- Exercise requirements -
Without changing a single word, write out every entry.

---------- Supplied data ----------

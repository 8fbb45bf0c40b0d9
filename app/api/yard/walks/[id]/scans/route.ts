import { z } from 'zod';
import { addWalkScan } from '@/db/queries/yard-walks';
import { SECTION_ROLES } from '@/lib/auth/roles';
import { route } from '@/lib/server/api';
import { fromYardRefusal, NO_TERMINAL } from '@/lib/server/yard-api';
import { walkScanSchema } from '@/lib/validation/yard';

/** One walk scan from the device queue; a re-send with the same clientKey answers 200 with the stored scan. */
export const POST = route(
  {
    access: SECTION_ROLES.yard,
    params: z.object({ id: z.uuid() }),
    notFound: 'No such walk.',
    body: walkScanSchema,
  },
  async ({ user, params, body }) => {
    if (!user.terminalId) return NO_TERMINAL;
    const result = await addWalkScan(params.id, user.terminalId, body);
    if (!result.ok) return fromYardRefusal(result);
    return Response.json(result, { status: result.isRepeat ? 200 : 201 });
  },
);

----------

- Output of the exercise -
repository 8fbb45bf0c40b0d9
filename app/api/yard/walks/[id]/scans/route.ts
import { z } from 'zod';
import { addWalkScan } from '@/db/queries/yard-walks';
import { SECTION_ROLES } from '@/lib/auth/roles';
import { route } from '@/lib/server/api';
import { fromYardRefusal, NO_TERMINAL } from '@/lib/server/yard-api';
import { walkScanSchema } from '@/lib/validation/yard';

/** One walk scan from the device queue; a re-send with the same clientKey answers 200 with the stored scan. */
export const POST = route(
  {
    access: SECTION_ROLES.yard,
    params: z.object({ id: z.uuid() }),
    notFound: 'No such walk.',
    body: walkScanSchema,
  },
  async ({ user, params, body }) => {
    if (!user.terminalId) return NO_TERMINAL;
    const result = await addWalkScan(params.id, user.terminalId, body);
    if (!result.ok) return fromYardRefusal(result);
    return Response.json(result, { status: result.isRepeat ? 200 : 201 });
  },
);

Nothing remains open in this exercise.